In the above graph, with a total simulation time of a short lunch break (\(\sim 30\) minutes), we have been able to numerically reconstruct the probability density \(P(\mathcal{N})\) from the peak of the distribution all the way down to \(10^{-31}\)! And the results overlap too, showing they are self-consistent!

Clearly, the numerical data agrees with the Gaussian and Edgeworth approximations before deviating strongly in the tail. In the far tail, this deviation is very large: the numerical data point at \(\mathcal{N}\sim 13\) has a probability density \(P(\mathcal{N})\) \(10^8\) times larger than the Edgeworth prediction.
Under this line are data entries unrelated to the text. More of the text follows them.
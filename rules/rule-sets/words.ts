import { decimalsOf, formatDecimals } from '../numerics/round';
import type { Quantity } from '../quantities/quantity';
import { sieveLabel } from '../quantities/sieves';
import type { Conditions } from '../record';

export interface PhraseOptions {
  /** Capitalised, to open a sentence. */
  opening?: boolean;
}

/** A number as sentences write it: U+2212 for minus, commas from 1,000. */
export function numberWords(value: number | string, decimals?: number): string {
  const text = typeof value === 'string' ? value : written(value, decimals ?? decimalsOf(value));
  const [whole = '', fraction] = text.replace('-', '').split('.');
  const grouped = whole.length > 3 ? whole.replace(/\B(?=(\d{3})+$)/g, ',') : whole;
  return `${text.startsWith('-') ? '−' : ''}${grouped}${fraction === undefined ? '' : `.${fraction}`}`;
}

/** With so many decimals; zeros are put behind without arithmetic where nothing has to be rounded. */
function written(value: number, decimals: number): string {
  const text = String(value);
  const point = text.indexOf('.');
  const given = point < 0 ? 0 : text.length - point - 1;
  if (given > decimals || text.includes('e')) return formatDecimals(value, decimals);
  if (decimals === 0) return text;
  return `${text}${point < 0 ? '.' : ''}${'0'.repeat(decimals - given)}`;
}

/** A computed number with as many digits as a reader needs, and never one that hides on which side it lies. */
export function computedWords(value: number, decimals: number): string {
  for (let digits = decimals + 2; digits <= 12; digits += 1) {
    const text = formatDecimals(value, digits);
    const relative = Math.abs(Number(text) - value);
    if (relative === 0 || !isRound(text, decimals)) return numberWords(trimZeros(text, decimals));
  }
  return numberWords(value);
}

/** `>20,000` and `<0.1` in words: "more than 20,000", "less than 0.1". */
export function censoredWords(text: string): string {
  return text.replace(/^>/, 'more than ').replace(/^</, 'less than ');
}

/** " %", " kPa", or nothing for a number without a unit. */
export function unitSuffix(unit: string): string {
  return unit === '1' || unit === '' ? '' : ` ${unit}`;
}

export function withUnit(text: string, unit: string): string {
  return `${text}${unitSuffix(unit)}`;
}

export function capitalised(text: string): string {
  return text.charAt(0).toUpperCase() + text.slice(1);
}

export function uncapitalised(text: string): string {
  // A symbol or an abbreviation, "RAP", "pH", keeps its letters.
  return /^[A-Z][a-z]/.test(text) ? text.charAt(0).toLowerCase() + text.slice(1) : text;
}

/** "voids in the mineral aggregate", "percent passing 12.5 mm", "relative density at initial gyrations". */
export function quantityPhrase(quantity: Quantity, at: Conditions, options: PhraseOptions = {}): string {
  const phrase = `${quantity.label}${conditionWords(at)}`;
  return options.opening ? capitalised(phrase) : phrase;
}

/** Conditions as they follow a label. The design trial goes without saying. */
export function conditionWords(at: Conditions): string {
  const parts: string[] = [];
  if (at.sieve !== undefined) parts.push(` ${sieveLabel(at.sieve)}`);
  if (at.variant !== undefined) parts.push(` (${at.variant})`);
  if (at.stockpile !== undefined) {
    parts.push(at.stockpile === 'each' ? ' of each stockpile' : ` of stockpile ${at.stockpile}`);
  }
  if (at.gyrations !== undefined) {
    parts.push(
      typeof at.gyrations === 'number'
        ? ` at ${at.gyrations} gyrations`
        : ` at the ${at.gyrations} gyrations`,
    );
  }
  if (at.temperature !== undefined) parts.push(` at ${numberWords(at.temperature)} °C`);
  if (at.time !== undefined) parts.push(` at ${numberWords(at.time)} s`);
  if (at.stress !== undefined) parts.push(` at ${numberWords(at.stress)} kPa`);
  if (at.frequency !== undefined) parts.push(` at ${numberWords(at.frequency)} Hz`);
  if (at.passes !== undefined) parts.push(` after ${numberWords(at.passes)} passes`);
  if (at.aging !== undefined) parts.push(` (aging ${at.aging})`);
  if (at.blend !== undefined) parts.push(` of blend ${at.blend}`);
  if (at.trial !== undefined && at.trial !== 'design') parts.push(` of trial ${at.trial}`);
  if (at.specimen !== undefined) parts.push(`, specimen ${at.specimen},`);
  if (at.laboratory === 'agency') parts.push(" by the agency's laboratory");
  return parts.join('').replace(/,$/, '');
}

/** "PG 64-22", "PG 64-22 or PG 70-22", "a, b or c". */
export function orList(entries: readonly string[]): string {
  return joined(entries, 'or');
}

export function andList(entries: readonly string[]): string {
  return joined(entries, 'and');
}

/** 2026-03-09 as "9 March 2026". */
export function dateWords(date: string): string {
  const [year, month, day] = date.split('-').map(Number);
  return `${day} ${MONTHS[(month ?? 1) - 1]} ${year}`;
}

export function plural(count: number, one: string, many = `${one}s`): string {
  return `${numberWords(count)} ${count === 1 ? one : many}`;
}

function joined(entries: readonly string[], word: string): string {
  if (entries.length <= 1) return entries[0] ?? '';
  return `${entries.slice(0, -1).join(', ')} ${word} ${entries.at(-1)}`;
}

function isRound(text: string, decimals: number): boolean {
  const fraction = text.split('.')[1] ?? '';
  return /^5?0*$/.test(fraction.slice(decimals));
}

function trimZeros(text: string, decimals: number): string {
  const [whole = '', fraction = ''] = text.split('.');
  const kept = fraction.slice(0, decimals) + fraction.slice(decimals).replace(/0+$/, '');
  return kept === '' ? whole : `${whole}.${kept}`;
}

const MONTHS = [
  'January',
  'February',
  'March',
  'April',
  'May',
  'June',
  'July',
  'August',
  'September',
  'October',
  'November',
  'December',
];
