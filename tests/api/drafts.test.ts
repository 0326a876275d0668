import { eq } from 'drizzle-orm';
import { afterAll, beforeAll, describe, expect, it } from 'vitest';
import { partHash, partsOf } from '#rules/authoring/document-parts';
import type { RuleInput } from '#rules/rule-sets/schema';
import { audit } from '#server/db/schema/people';
import { editions } from '#server/db/schema/rule-sets';
import type { Draft } from '#shared/contracts/drafts';
import { aRecord } from '#tests/builders/a-record';
import { aLayer, aRule, aRuleSet } from '#tests/builders/a-rule-set';
import { type DemoWorld, expectStatus, startDemoWorld } from './harness/demo-world';
import { aSignedIn, makeOrganisation } from './harness/organisations';
import type { Browser } from './harness/test-app';

let world: DemoWorld;
let tamsin: Browser;
let joaquim: Browser;
let ines: Browser;
let stranger: Browser;

beforeAll(async () => {
  world = await startDemoWorld();
  [tamsin, joaquim, ines] = (await Promise.all(
    ['Tamsin Brook', 'Joaquim Vale', 'Ines Tordoff'].map(world.as),
  )) as [Browser, Browser, Browser];
  const organisation = await makeOrganisation(world, { name: 'Larkmoor Roads', kind: 'agency' });
  stranger = await aSignedIn(world, { organisation, roles: ['rule author'] });
}, 120_000);
afterAll(() => world.close());

let made = 0;

async function aDraft(person = tamsin, document: object = {}): Promise<Draft> {
  made += 1;
  const file = { kind: 'file', document: { ...aRuleSet({ id: `cvra-9${made}` }), ...document } };
  const answer = await person.post('/api/drafts').send({ edition: '2030', from: file });
  return expectStatus(answer, 201).body;
}

const pathOf = ({ id }: { id: string }) => `/api/drafts/${id}`;
const draftNow = async ({ id }: { id: string }, person = tamsin): Promise<Draft> =>
  (await person.get(pathOf({ id })).expect(200)).body;
const ruleOf = ({ document }: Draft, id = 'vma') =>
  (document.rules as RuleInput[]).find((rule) => rule.id === id) as RuleInput;

function change(person: Browser, seen: Draft, parts: Record<string, unknown>) {
  const changes = Object.entries(parts).map(([part, after]) => ({
    part,
    before: partHash(partsOf(seen.document).get(part)),
    after,
  }));
  return person.post(`${pathOf(seen)}/changes`).send({ changes });
}

const headOf = (draft: Draft, fields: object) => ({
  ...(partsOf(draft.document).get('head') as object),
  ...fields,
});

const act = (person: Browser, draft: Draft, way: 'post' | 'delete', path: string, body: object = {}) =>
  person[way](`${pathOf(draft)}${path}`)
    .set('If-Match', `"${draft.version}"`)
    .send(body);

/** In review, sent by Tamsin Brook, with its first day. */
async function inReview(from = '2030-01-01', document: object = {}): Promise<Draft> {
  const begun = await aDraft(tamsin, document);
  expectStatus(await change(tamsin, begun, { head: headOf(begun, { effective: { from, to: null } }) }), 200);
  const answer = await act(tamsin, await draftNow(begun), 'post', '/review');
  return expectStatus(answer, 200).body;
}

const publish = (person: Browser, draft: Draft, word: string | null = 'The source follows in print.') =>
  act(person, draft, 'post', '/publication', { word });
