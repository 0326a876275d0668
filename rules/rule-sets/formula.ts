import { isStandardSieve } from '../quantities/sieves';
import type { EditionView } from './edition-view';
import { FormulaFault } from './formula-fault';
import { type Expression, FORMULA_FUNCTIONS, parseExpression } from './formula-parser';

/** A trade symbol of a formula: the quantity, and the sieve where the symbol names one. */
export interface FormulaSymbol {
  /** As written: `Gse`, `P0.075`. */
  symbol: string;
  quantity: string;
  /** mm; null where the symbol names none. */
  sieve: number | null;
}

export interface Formula {
  /** Names in it are those of `symbols`. */
  expression: Expression;
  symbols: FormulaSymbol[];
  /** As a reader sees it: "(P0.6 − P0.075)/(P2.36 − P0.075)". */
  text: string;
}

export type FormulaResult = { ok: true; formula: Formula } | { ok: false; detail: string; fix: string };

/**
 * A formula over trade symbols of the registry and of the edition's own quantities. A quantity measured by sieve is
 * followed by the opening in mm, `P0.075`; without one it takes the sieve of the rule's own conditions.
 */
export function readFormula(expression: string, view: EditionView): FormulaResult {
  const ofView = formulas.get(view) ?? new Map<string, FormulaResult>();
  formulas.set(view, ofView);
  const kept = ofView.get(expression);
  if (kept) return kept;
  const result = read(expression, view);
  ofView.set(expression, result);
  return result;
}

/** An edition does not change once it is parsed; each of its formulas is read once. */
const formulas = new WeakMap<EditionView, Map<string, FormulaResult>>();

function read(expression: string, view: EditionView): FormulaResult {
  try {
    const pieces = piecesOf(expression, view);
    const symbols: FormulaSymbol[] = [];
    const names = new Map<string, string>();
    const text = pieces.map((piece) => {
      if (typeof piece === 'string') return piece;
      const known = symbols.findIndex(({ symbol }) => symbol === piece.symbol);
      const place = known < 0 ? symbols.push(piece) - 1 : known;
      // A symbol such as `Va,field` or `P0.075` is no name to a parser: it reads a stand-in.
      const name = `q${place}`;
      names.set(name, piece.symbol);
      return ` ${name} `;
    });
    if (symbols.length === 0 && expression.trim() !== '') {
      throw new FormulaFault('the formula names no quantity.', 'Use trade symbols such as Gse or P0.075.');
    }
    const tree = renamed(parsed(text.join(''), names), names);
    return { ok: true, formula: { expression: tree, symbols, text: shown(pieces) } };
  } catch (error) {
    if (error instanceof FormulaFault) return { ok: false, detail: error.detail, fix: error.fix };
    throw error;
  }
}

function parsed(text: string, names: ReadonlyMap<string, string>): Expression {
  try {
    return parseExpression(text);
  } catch (error) {
    if (error instanceof FormulaFault) {
      throw new FormulaFault(withSymbols(error.detail, names), error.fix);
    }
    const message = error instanceof Error ? error.message : '';
    const cause = withSymbols(message.replace(/\s*\(char \d+\)/, ''), names);
    throw new FormulaFault(
      `the formula cannot be read: ${cause.charAt(0).toLowerCase()}${cause.slice(1)}.`,
      'Close every bracket and put a value on both sides of every sign.',
    );
  }
}

function withSymbols(text: string, names: ReadonlyMap<string, string>): string {
  return text.replace(/\bq\d+\b/g, (name) => names.get(name) ?? name);
}

function renamed(expression: Expression, names: ReadonlyMap<string, string>): Expression {
  if (expression.kind === 'number') return expression;
  if (expression.kind === 'name')
    return { kind: 'name', name: names.get(expression.name) ?? expression.name };
  return { ...expression, operands: expression.operands.map((each) => renamed(each, names)) };
}

/** Symbols, and what stands between them as the parser wants it. */
function piecesOf(expression: string, view: EditionView): (string | FormulaSymbol)[] {
  const pieces: (string | FormulaSymbol)[] = [];
  let rest = withPlainSigns(expression);
  while (rest !== '') {
    const number = NUMBER.exec(rest)?.[0];
    const piece = number ?? symbolAt(rest, view) ?? functionAt(rest) ?? plainAt(rest);
    pieces.push(piece);
    rest = rest.slice(typeof piece === 'string' ? piece.length : piece.symbol.length);
  }
  return pieces;
}

const NUMBER = /^(?:\d+(?:\.\d+)?|\.\d+)(?:[eE][+-]?\d+)?/;
const WORD = /^[\p{L}_][\p{L}\p{N}_]*/u;

function symbolAt(rest: string, view: EditionView): FormulaSymbol | null {
  const indexed = /^(\p{L}+)(\d+(?:\.\d+)?)(?![\p{L}\p{N}_])/u.exec(rest);
  const whole = longestSymbol(rest, view);
  if (indexed && (whole === null || indexed[0].length > whole.length)) {
    const [symbol = '', base = '', opening = ''] = indexed;
    const quantity = quantityOf(base, view);
    if (quantity !== null && isBySieve(quantity, view)) return atSieve(symbol, quantity, Number(opening));
  }
  if (whole === null) return null;
  const quantity = quantityOf(whole, view);
  return quantity === null ? null : { symbol: whole, quantity, sieve: null };
}

/** The longest symbol that stands here as a whole: `Gsb` is not `Gs` and a b. */
function longestSymbol(rest: string, view: EditionView): string | null {
  let longest: string | null = null;
  for (const symbol of view.symbols.keys()) {
    const isHere = rest.startsWith(symbol) && !/^[\p{L}\p{N}_]/u.test(rest.slice(symbol.length));
    if (isHere && (longest === null || symbol.length > longest.length)) longest = symbol;
  }
  return longest;
}

function quantityOf(symbol: string, view: EditionView): string | null {
  const [only, ...others] = view.symbols.get(symbol) ?? [];
  if (only === undefined) return null;
  if (others.length === 0) return only;
  throw new FormulaFault(
    `the symbol ${symbol} stands for ${[only, ...others].join(' and ')}.`,
    "Give the edition's own quantity a symbol of its own.",
  );
}

function isBySieve(quantity: string, view: EditionView): boolean {
  return view.quantity(quantity)?.conditions.includes('sieve') ?? false;
}

function atSieve(symbol: string, quantity: string, sieve: number): FormulaSymbol {
  if (isStandardSieve(sieve)) return { symbol, quantity, sieve };
  throw new FormulaFault(
    `${symbol} names a sieve of ${sieve} mm, which neither series has.`,
    'Write the opening in mm, such as P0.075 for No. 200.',
  );
}

function functionAt(rest: string): string | null {
  const word = WORD.exec(rest)?.[0];
  if (word === undefined) return null;
  if (/^\s*\(/.test(rest.slice(word.length))) return word;
  const isFunction = Object.hasOwn(FORMULA_FUNCTIONS, word);
  throw new FormulaFault(
    isFunction ? `the function ${word} is given nothing.` : `the symbol ${word} is not known.`,
    isFunction
      ? `Write ${word}(…).`
      : 'Use a trade symbol of the registry, such as Gmm, or declare a quantity with this symbol.',
  );
}

/** Brackets, signs and spaces, up to where a number or a name could begin. */
function plainAt(rest: string): string {
  return /^\s+/.exec(rest)?.[0] ?? rest.charAt(0);
}

function withPlainSigns(expression: string): string {
  return expression
    .normalize('NFC')
    .replace(/[−–]/g, '-')
    .replace(/[·×∙⋅]/g, '*')
    .replace(/÷/g, '/');
}

function shown(pieces: (string | FormulaSymbol)[]): string {
  return pieces
    .map((piece) => (typeof piece === 'string' ? piece.replace('-', '−').replace('*', '·') : piece.symbol))
    .join('')
    .replace(/\s+/g, ' ')
    .replace(/ · /g, '·')
    .trim();
}
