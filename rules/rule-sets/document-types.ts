import { z } from 'zod';

export const documentTypeSchema = z.strictObject({
  type: z.string().min(1),
  label: z.string().optional(),
  /** Other names under which workbooks list it. */
  aliases: z.array(z.string()).optional(),
});

export type DocumentType = z.infer<typeof documentTypeSchema>;

/** The documents that every edition knows without declaring them. */
export const STANDARD_DOCUMENTS: DocumentType[] = [
  { type: 'binder-certificate', label: 'Binder certificate' },
  { type: 'mix-design-report', label: 'Mix design report' },
  { type: 'aggregate-source-approval', label: 'Aggregate source approval' },
  { type: 'laboratory-accreditation', label: 'Laboratory accreditation' },
  { type: 'technician-certificate', label: 'Technician certificate' },
  { type: 'recycled-material-report', label: 'Recycled material report' },
  { type: 'additive-certificate', label: 'Additive certificate' },
  { type: 'safety-data-sheet', label: 'Safety data sheet' },
  { type: 'equipment-calibration', label: 'Equipment calibration record' },
  { type: 'mixing-temperature-chart', label: 'Mixing and compaction temperature chart' },
  { type: 'performance-test-report', label: 'Performance test report' },
  { type: 'certificate-of-compliance', label: 'Certificate of compliance' },
];

/** Standard documents with the edition's own in place of or beside them. */
export function withStandardDocuments(declared: DocumentType[]): DocumentType[] {
  const own = new Set(declared.map((document) => document.type));
  return [...declared, ...STANDARD_DOCUMENTS.filter((document) => !own.has(document.type))];
}
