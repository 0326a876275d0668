/** Why a formula is refused, and what its author can do. */
export class FormulaFault extends Error {
  constructor(
    readonly detail: string,
    readonly fix: string,
  ) {
    super(detail);
  }
}
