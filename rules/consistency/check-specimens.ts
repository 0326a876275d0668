import { mean } from '../numerics/mean';
import { formatDecimals } from '../numerics/round';
import type { Conditions, Reading } from '../record';
import {
  type ConsistencyInput,
  type ConsistencyObservation,
  computedOrStated,
  computedValues,
  type Known,
  knownReading,
  knownValue,
  placeOf,
  subjectOf,
} from './consistency-observation';

/** What no compacted specimen can be: as dense as the mix without voids, lighter when wet, filled over the brim. */
export function checkSpecimens(input: ConsistencyInput): ConsistencyObservation[] {
  return [
    ...compactedGravities(input),
    ...massOrder(input),
    ...overfilledVoids(input),
    ...heightOrder(input),
  ];
}

const gmb = 'bulk-specific-gravity-mix';

function compactedGravities(input: ConsistencyInput): ConsistencyObservation[] {
  return specimenGravities(input).flatMap(({ at, value, evidence }) => {
    const maxima = input.index.ofTrial('maximum-specific-gravity', at.trial ?? 'design');
    const gmm = mean(maxima.map((reading) => reading.value!));
    if (!gmm.ok || value < gmm.value) return [];
    return {
      name: 'bulk-not-below-maximum-gravity',
      subject: subjectOf(gmb, at),
      severity: 'required' as const,
      outcome: 'fail' as const,
      observed: value,
      limit: { min: null, max: gmm.value },
      unit: '1',
      sentence: `The bulk gravity of the compacted mix${placeOf(at)} is ${three(value)}, not below the maximum gravity, ${three(gmm.value)}.`,
      reason: 'No specimen is as dense as the mix without voids: the two may be swapped, or a mass is wrong.',
      evidence: [evidence, ...maxima.map((reading) => knownReading(reading).evidence)],
      quantity: gmb,
      at,
    };
  });
}

/** One value a specimen: from its masses where the analysis had them, else as stated. */
function specimenGravities(input: ConsistencyInput): Known[] {
  const computed = computedValues(input, gmb).flatMap((value): Known[] => {
    const { evidence } = knownValue(value);
    if (value.specimens.length === 0) return [{ value: value.value, at: value.at, evidence }];
    return value.specimens.map((own) => ({
      value: own.value,
      at: own.specimen === '' ? value.at : { ...value.at, specimen: own.specimen },
      evidence,
    }));
  });
  const covered = new Set(computed.map(({ at }) => specimenKey(at)));
  const stated = input.index
    .all(gmb)
    .map(knownReading)
    .map((known) => ({ ...known, at: { ...known.at, trial: known.at.trial ?? 'design' } }))
    .filter(({ at }) => !covered.has(specimenKey(at)));
  return [...computed, ...stated];
}

function massOrder({ index }: ConsistencyInput): ConsistencyObservation[] {
  return index.all('mass-saturated-surface-dry').flatMap((wet) => {
    const isSame = ({ at }: Reading) => specimenKey(at) === specimenKey(wet.at);
    const dry = index.all('mass-in-air').find(isSame);
    const submerged = index.all('mass-in-water').find(isSame);
    if (dry && wet.value! < dry.value!) return massBreach(wet, dry, 'below its dry mass');
    if (submerged && wet.value! <= submerged.value!)
      return massBreach(wet, submerged, 'not above its mass in water');
    return [];
  });
}

function massBreach(wet: Reading, other: Reading, relation: string): ConsistencyObservation {
  return {
    name: 'masses-out-of-order',
    subject: subjectOf(wet.quantity, wet.at),
    severity: 'advisory',
    outcome: 'fail',
    observed: wet.value,
    limit: { min: other.value, max: null },
    unit: wet.unit,
    sentence: `The surface-dry mass${placeOf(wet.at)} is ${wet.value} ${wet.unit}, ${relation}, ${other.value} ${other.unit}.`,
    reason: 'Gmb cannot be computed from these masses; two of them may be swapped.',
    evidence: [wet, other].map((reading) => knownReading(reading).evidence),
    quantity: wet.quantity,
    at: wet.at,
  };
}

function overfilledVoids(input: ConsistencyInput): ConsistencyObservation[] {
  const quantity = 'voids-filled-with-asphalt';
  return computedOrStated(input, quantity)
    .filter(({ value }) => value > 100)
    .map(({ at, value, evidence }) => ({
      name: 'voids-filled-above-100',
      subject: subjectOf(quantity, at),
      severity: 'required' as const,
      outcome: 'fail' as const,
      observed: value,
      limit: { min: null, max: 100 },
      unit: '%',
      sentence: `Voids filled with asphalt${placeOf(at)} are ${formatDecimals(value, 1)} %, above 100.`,
      reason: 'Binder cannot fill more than all of the voids: a gravity behind it is wrong.',
      evidence: [evidence],
      quantity,
      at,
    }));
}

/** A specimen grows shorter with every gyration. */
function heightOrder({ index }: ConsistencyInput): ConsistencyObservation[] {
  const quantity = 'specimen-height';
  return index.all(quantity).flatMap((later) => {
    const after = gyrationsOf(index.gyrations, later.at);
    if (after === null) return [];
    const lower = index.all(quantity).filter((earlier) => {
      const before = gyrationsOf(index.gyrations, earlier.at);
      const isSame = stackKey(earlier.at) === stackKey(later.at);
      return before !== null && isSame && before < after && earlier.value! < later.value!;
    });
    const [first] = lower;
    if (!first) return [];
    return {
      name: 'heights-rise',
      subject: subjectOf(quantity, later.at),
      severity: 'advisory' as const,
      outcome: 'fail' as const,
      observed: later.value,
      limit: { min: null, max: first.value },
      unit: later.unit,
      sentence: `The specimen height${placeOf(later.at)} is ${later.value} ${later.unit}, more than ${first.value} ${first.unit}${placeOf({ gyrations: first.at.gyrations })}.`,
      reason: 'A specimen grows shorter with every gyration; two heights may be swapped.',
      evidence: [later, first].map((reading) => knownReading(reading).evidence),
      quantity,
      at: later.at,
    };
  });
}

function gyrationsOf(
  stated: ConsistencyInput['index']['gyrations'],
  { gyrations }: Conditions,
): number | null {
  if (gyrations === undefined) return null;
  return typeof gyrations === 'number' ? gyrations : (stated.get(gyrations) ?? nominalOrder[gyrations]);
}

/** Where the numbers are not stated, the names still tell the order. */
const nominalOrder = { initial: -3, design: -2, maximum: -1 };

function specimenKey({ trial, specimen, gyrations, variant, blend }: Conditions): string {
  return JSON.stringify([trial ?? 'design', specimen, gyrations, variant, blend]);
}

function stackKey({ trial, specimen, variant, blend }: Conditions): string {
  return JSON.stringify([trial ?? 'design', specimen, variant, blend]);
}

function three(value: number): string {
  return formatDecimals(value, 3);
}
Discovering this boost to \(P(\mathcal{N})\) in the tail is only possible using the method of importance sampling.

Other Potentials and Masses

We can do the exact same procedure of increasing the bias amplitude \(\mathcal{A}\) to probe further and further into the tail for other potentials, as long as diffusion effects are not dominating. Indeed, for smaller mass \(m\), where diffusion effects are very small and the Gaussian prediction should hold far into the tail, PyFPT was able to reproduce this effect.

However, for diffusion domination, the importance sampling technique becomes much less effective, as we will see in the next guide.

Summary

In this guide, we have briefly touched on the method of importance sampling and the raw data it produces, then the different data analysis techniques to reconstruct the probability density \(P(\mathcal{N})\). Along the way, we have introduced some of the optional arguments for fpt.numerics.is_simulation, allowing us to customize the data analysis. Finally, we used this knowledge to combine multiple importance samples together to reconstruct \(P(\mathcal{N})\) from the peak of the distribution all the way down to \(10^{-31}\)!

In the next and final guide, we will look at the numerically more difficult diffusion domination case. This will let us introduce the final optional arguments for fpt.numerics.is_simulation and analytical tools, as well as discuss some of the limitations of PyFPT.